OT: US Banks Face Major Problems

If you thought it was just Japanese Banks that
were facing major problems, guess again. If
financial sector is weak, overall market will
have very hard time making headway. This article
doesn't even address the derivatives exposure
and losses faced by banks like JP Morgan & Bank
of America. Peter

Posted on Tue, Feb. 12, 2002

Banking industry hit hard by recent uncertainty

Figures indicate that bank failures will cost government-run insurance funds nearly $1 billion, 10 times more than last year.

By Joseph N. DiStefano / Philadephia Inquirer Staff Writer

Hundreds of millions of dollars in corporate profits have vanished in the last two weeks, in a series of embarrassing disclosures that have left regulators, accountants and investors jittery amid the accounting scandals that bankrupted Enron Corp.

Banks have taken a particular drubbing, in a series of admissions that the double-digit profit growth of the last several years, while charming Wall Street mutual funds, pension plans, and other big investors, papered over billions of dollars in hidden losses.

On Jan. 29, PNC Financial Services Group, Pennsylvania's biggest bank, said federal bank examiners forced it to disclose $155 million in venture capital and corporate loan losses it did not report last year - just nine days after the bank disclosed an additional $326 million in loan and investment losses. PNC said federal agencies were investigating its actions.

On Feb. 6, Allfirst Bank, one of the biggest lenders in central Pennsylvania, acknowledged losing $750 million in what it called a fraudulent employee cover-up of losses on its Baltimore currency-trading desk over a period of months, and possibly years. Federal agents also are investigating what happened at Allfirst.
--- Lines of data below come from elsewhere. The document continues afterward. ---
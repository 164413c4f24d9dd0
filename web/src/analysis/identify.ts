/**
 * "Which gas is in this tube": the core's identification on a capture, with a profile (the peaks get wavelengths from
 * it) or without one (the spectrum calibrates itself from the candidate lamps' line patterns and says so), plus the
 * laser check for a single dominant line. Mirrors what `glowprint identify` reports.
 */
import type { InstrumentProfile } from '../../../src/core/calibration/profile.js';
import { detectLaser, type LaserResult } from '../../../src/core/identify/detectLaser.js';
import { identifySelfCalibrated, type SelfCalibration } from '../../../src/core/identify/identifySelfCalibrated.js';
import { identifySpecies, IDENTIFY_DEFAULTS, type CalibratedPeak, type Identification } from '../../../src/core/identify/identifySpecies.js';
import { lampCatalog } from '../data/catalog.js';
import type { SpectrumCapture } from './pipeline.js';
import { applyProfile } from './scale.js';

export interface IdentifyOutcome {
  identification: Identification;
  calibration: { from: 'profile'; rmsNm: number; lamp: string } | (Omit<SelfCalibration, 'fit'> & { fit: SelfCalibration['fit'] }) | { from: 'file'; rmsNm: null } | null;
  laser: LaserResult | null;
  warnings: string[];
}

/** Identification of a capture; `profile` null → self-calibrating (or the file's own wavelengths for a CSV that has them). */
export function identifyCapture(capture: SpectrumCapture, profile: InstrumentProfile | null): IdentifyOutcome {
  const { lines, lasers } = lampCatalog();
  const warnings: string[] = [];
  if (profile) {
    const applied = applyProfile(capture, profile);
    warnings.push(...applied.warnings);
    const peaks = applied.peaks.filter((p) => Number.isFinite(p.wavelengthNm) && Number.isFinite(p.wavelengthUncertaintyNm));
    const systematicNm = Math.max(profile.rmsNm, IDENTIFY_DEFAULTS.systematicNm);
    const identification = identifySpecies(peaks, { lines, systematicNm });
    const laser = detectLaser(peaks, { kinds: lasers, systematicNm });
    return { identification, calibration: { from: 'profile', rmsNm: profile.rmsNm, lamp: profile.lamp }, laser, warnings: [...warnings, ...identification.warnings] };
  }
  if (capture.spectrum.wavelengthNm && capture.peaks.every((p) => p.wavelengthNm !== undefined)) {
    const peaks = capture.peaks as CalibratedPeak[];
    const identification = identifySpecies(peaks, { lines });
    const laser = detectLaser(peaks, { kinds: lasers });
    return { identification, calibration: { from: 'file', rmsNm: null }, laser, warnings: identification.warnings };
  }
  const positions = capture.spectrum.positionPx;
  const self = identifySelfCalibrated(capture.peaks, {
    lines,
    positionRangePx: [positions[0], positions[positions.length - 1]],
  });
  let laser: LaserResult | null = null;
  if (self.calibration) {
    laser = detectLaser(self.peaks, { kinds: lasers, systematicNm: Math.max(self.calibration.rmsNm, IDENTIFY_DEFAULTS.systematicNm) });
  }
  const { calibration, candidates: _candidates, ...identification } = self;
  return { identification, calibration, laser, warnings: self.warnings };
}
The federal Office of Management and Budget last week projected bank failures will cost industry-funded, government-run insurance funds nearly $1 billion this year - 10 times what it suffered last year. The government's seizure of online credit-card lender NextBank on Thursday marked the fourth bank failure of 2002 - a number that already equals the total that collapsed in all of 2001.
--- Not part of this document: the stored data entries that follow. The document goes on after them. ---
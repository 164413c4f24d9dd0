import { invalid } from '../errors.js';

const ROMAN = ['I', 'II', 'III', 'IV', 'V', 'VI', 'VII', 'VIII', 'IX', 'X'];

/** Element symbols accepted in spectrum names (Z = 1–99). */
const ELEMENTS = new Set(
  (
    'H He Li Be B C N O F Ne Na Mg Al Si P S Cl Ar K Ca Sc Ti V Cr Mn Fe Co Ni Cu Zn Ga Ge As Se Br Kr Rb Sr Y Zr Nb ' +
    'Mo Tc Ru Rh Pd Ag Cd In Sn Sb Te I Xe Cs Ba La Ce Pr Nd Pm Sm Eu Gd Tb Dy Ho Er Tm Yb Lu Hf Ta W Re Os Ir Pt Au Hg ' +
    'Tl Pb Bi Po At Rn Fr Ra Ac Th Pa U Np Pu Am Cm Bk Cf Es'
  ).split(' '),
);

export interface SpectrumName {
  element: string;
  /** 1 for the neutral atom (I), 2 for the singly charged ion (II), … */
  ionStage: number;
  /** Canonical notation, e.g. `Ne I`. */
  spectrum: string;
}

/** Canonical spectrum notation from an element and an ion stage: ('Ar', 2) → 'Ar II'. */
export function formatSpectrum(element: string, ionStage: number): string {
  return `${element} ${ROMAN[ionStage - 1] ?? String(ionStage)}`;
}

/** Whether `symbol` is a chemical element symbol (case as written: 'Ne', not 'NE'). */
export function isElementSymbol(symbol: string): boolean {
  return ELEMENTS.has(symbol);
}

/** The element symbol in any capitalisation ('ne', 'NE' → 'Ne'), or null. */
export function normalizeElement(text: string): string | null {
  const t = text.trim();
  if (t.length === 0 || t.length > 2) return null;
  const s = t[0].toUpperCase() + t.slice(1).toLowerCase();
  return ELEMENTS.has(s) ? s : null;
}

/**
 * Reads a spectrum name as written in line lists and ASD exports: `Ne I`, `Ar II`, `NeI`, `Hg 1`, `ne i`, `He` (the
 * neutral atom). Throws an InputError (named `name`) for anything else.
 */
export function parseSpectrumName(text: string, name = 'spectrum'): SpectrumName {
  const t = text.trim();
  // Spaced ('ne i', 'Ar II', 'Hg 1') in any case; compact ('NeI', 'HgII') only with the element's own case, so that
  // 'Ni' stays nickel rather than N I.
  const m = /^([A-Za-z]{1,2})\s+([IVXivx]+|\d{1,2})$/.exec(t) ?? /^([A-Z][a-z]?)([IVX]+|\d{1,2})?$/.exec(t) ?? /^([A-Za-z]{1,2})$/.exec(t);
  const element = m ? normalizeElement(m[1]) : null;
  const bad = () => invalid(name, "a spectrum such as 'Ne I' or 'Ar II'", text);
  if (!m || !element) throw bad();
  let ionStage = 1;
  const stage = m[2];
  if (stage !== undefined) {
    ionStage = /^\d+$/.test(stage) ? Number(stage) : ROMAN.indexOf(stage.toUpperCase()) + 1;
    if (ionStage < 1) throw bad();
  }
  return { element, ionStage, spectrum: formatSpectrum(element, ionStage) };
}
Also on Thursday, the federal General Accounting Office blamed faulty accounting practices in the biggest bank failure of the last two years - the 2000 collapse of Superior National Bank.

And on Friday, Bank of America Corp. agreed to pay $490 million to settle investors' lawsuits accusing the company of failing to disclose $372 million in losses from its D.E. Shaw & Co. hedge fund subsidiary. Chairman Kenneth Lewis called the bank's conduct "appropriate" but added that "it was best to get this litigation behind us."
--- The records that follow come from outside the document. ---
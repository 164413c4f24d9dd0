/**
 * "Which gas is in this tube": the core's identifySpectrum on a capture, with the scale the CLI would use
 * (src/tasks/identify.ts identifyFile): a profile's (the peaks and the samples carried onto its band), the CSV's own
 * wavelength axis, or — with neither — the spectrum's own lines (self-calibration, said so and with lowered
 * confidence). A single dominant line is reported as a laser with its likely kinds.
 */
import { wavelengthAtNm } from '../../../src/core/calibration/model.js';
import type { InstrumentProfile } from '../../../src/core/calibration/profile.js';
import type { CalibrationScale } from '../../../src/core/calibration/uncertainty.js';
import { dispersionPriorNmPerPx } from '../../../src/core/identify/dispersionPrior.js';
import type { CalibratedPeak } from '../../../src/core/identify/identifySpecies.js';
import { identifySpectrum, type IdentifyInput, type SpectrumIdentification } from '../../../src/core/identify/identifySpectrum.js';
import { lampCatalog } from '../data/catalog.js';
import type { SpectrumCapture } from './pipeline.js';
import { applyProfile, sampleWavelengths } from './scale.js';

export interface IdentifyOutcome {
  identification: SpectrumIdentification;
  /** Wavelength of every sample on the scale used, null when there is none. */
  sampleWavelengthNm: Float64Array | null;
  warnings: string[];
}

/** Identification of a capture; `profile` null → the file's own wavelengths, else self-calibration. */
export function identifyCapture(capture: SpectrumCapture, profile: InstrumentProfile | null): IdentifyOutcome {
  const { lines, lasers } = lampCatalog();
  const warnings: string[] = [];
  const pos = capture.spectrum.positionPx;
  let input: IdentifyInput;
  let sampleWavelengthNm: Float64Array | null = null;
  if (profile) {
    const applied = applyProfile(capture, profile);
    warnings.push(...applied.warnings);
    sampleWavelengthNm = sampleWavelengths(pos, capture.band, profile);
    input = {
      from: 'profile',
      peaks: applied.peaks.filter((p) => Number.isFinite(p.wavelengthNm) && Number.isFinite(p.wavelengthUncertaintyNm)),
      rmsNm: profile.rmsNm,
      coveredRangeNm: range(sampleWavelengthNm),
      lamp: profile.lamp,
    };
  } else if (capture.spectrum.wavelengthNm) {
    sampleWavelengthNm = capture.spectrum.wavelengthNm;
    input = { from: 'file', peaks: capture.peaks as CalibratedPeak[], coveredRangeNm: range(sampleWavelengthNm) };
  } else {
    // As the CLI does for a photo: its size bounds the dispersion a grating spectroscope can give (the usual 35-mm
    // equivalents; the browser reads no EXIF), and the self-calibration tries no scale outside that range.
    const dispersionNmPerPx = capture.image ? dispersionPriorNmPerPx({ image: capture.image }) : undefined;
    input = { from: 'self', peaks: capture.peaks, positionRangePx: [pos[0], pos[pos.length - 1]], ...(dispersionNmPerPx ? { dispersionNmPerPx } : {}) };
  }
  const identification = identifySpectrum(input, { lines, lasers });
  if (identification.scale) sampleWavelengthNm = Float64Array.from(pos, (x) => wavelengthAtNm(identification.scale!.model, x));
  return { identification, sampleWavelengthNm, warnings: [...warnings, ...identification.warnings] };
}

/** The self-calibrated scale of an identification, if it made one. */
export function selfScale(outcome: IdentifyOutcome | null): CalibrationScale | null {
  return outcome?.identification.calibration?.from === 'self' ? (outcome.identification.scale ?? null) : null;
}

/** Wavelength range covered (nm, ascending) — what camera can see at all, 350–1000 nm, bounds it as in the CLI. */
function range(wl: Float64Array): [number, number] {
  let lo = Infinity;
  let hi = -Infinity;
  for (const v of wl) {
    if (!Number.isFinite(v)) continue;
    if (v < lo) lo = v;
    if (v > hi) hi = v;
  }
  return [Math.max(350, lo), Math.min(1000, hi)];
}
Some investors worry the nation's largest banks, such as J.P. Morgan Chase & Co. and Bank of America, may also face massive undisclosed losses on their own complex financing arrangements. "You've got to look at them - will the government decide they're too big to fail?" asked Delaware investor Gary Hindes, who specializes in the bonds of troubled companies.

Why weren't these problems caught earlier by the companies' internal and outside auditors and financial managers?

Accountants say their profession is partly to blame. "Undoubtedly, the accounting profession buried its head in the sand and pretended for far too long that no conflicts of interest exist," as they sold both strategic advice and auditing services that were supposed to evaluate the effect of that advice to the same clients, said Edward Nusbaum, Philadelphia-based CEO of national accounting firm Grant Thornton L.L.P.

On Dec. 19, PNC Bank fired Ernst & Young as its auditor, citing potential conflicts with the firm's role as a PNC business consultant.

PNC later said Ernst & Young auditors had blessed its plans to keep some of its losses off the books. PNC spokesman Jeep Bryant said last week that Ernst's removal in December was not connected to the hidden losses. Ernst & Young remains a PNC business consultant, and the firm has denied its work for the bank was tainted by conflicts of interest.

The day after PNC's announcement, Mellon Bank Corp. chairman Martin McGuinn said PNC's disclosures had "painted the whole industry" in a negative way, and driven bank stocks down.

But didn't Mellon do something similar in the late 1980s, when it shoveled its own bad loans into a special subsidiary?

"There's no comparison," McGuinn said. Mellon set up a separate company, sold distressed loans at a discount, reported the loss, and raised new capital to "put in the hole," McGuinn said. By contrast, "PNC didn't write their assets down. They tried to shift them off the balance sheet" where investors would not see them.

Financial accounting "isn't a science. There is an art to it. Two professionals can come to a different conclusion," said James E. Hogan, chief financial officer of Sovereign Bancorp.

Sovereign's own complex purchase of hundreds of branches in New England two years ago, which the bank says has been completed successfully, might have been rejected by bank regulators if it were proposed today, Hogan said: "People in today's environment are going to be a lot more cautious" than during the late 1990s boom years.

The problem at Allfirst, the U.S. arm of Allied Irish Banks, looks all too familiar to Philadelphia investment banker James Calla, who now is Sovereign's treasurer.

Calla said most banks had developed elaborate processes for preventing fraud or cover-ups. For instance, they will require every trader to take a two-week vacation so his or her work can be checked by colleagues.

When a trader starts losing a client's money, "the trader's first instinct is to say, 'I'm still right, this [market] will reverse,' " Calla said. "Traders can be very dominant people. It takes a very strong compliance department and a very strong back-office manager to protect your [company]."

Still, Calla, like other bankers, insists most bank accounting statements "have all the i's dotted and all the t's crossed."

They'll need to, said Nusbaum, Grant Thornton's CEO. "There is increased scrutiny in all industries. We've never encountered this level of magnitude before," he said, blaming the Enron debacle for most of the new attention. "It is an interesting time to be running an accounting firm."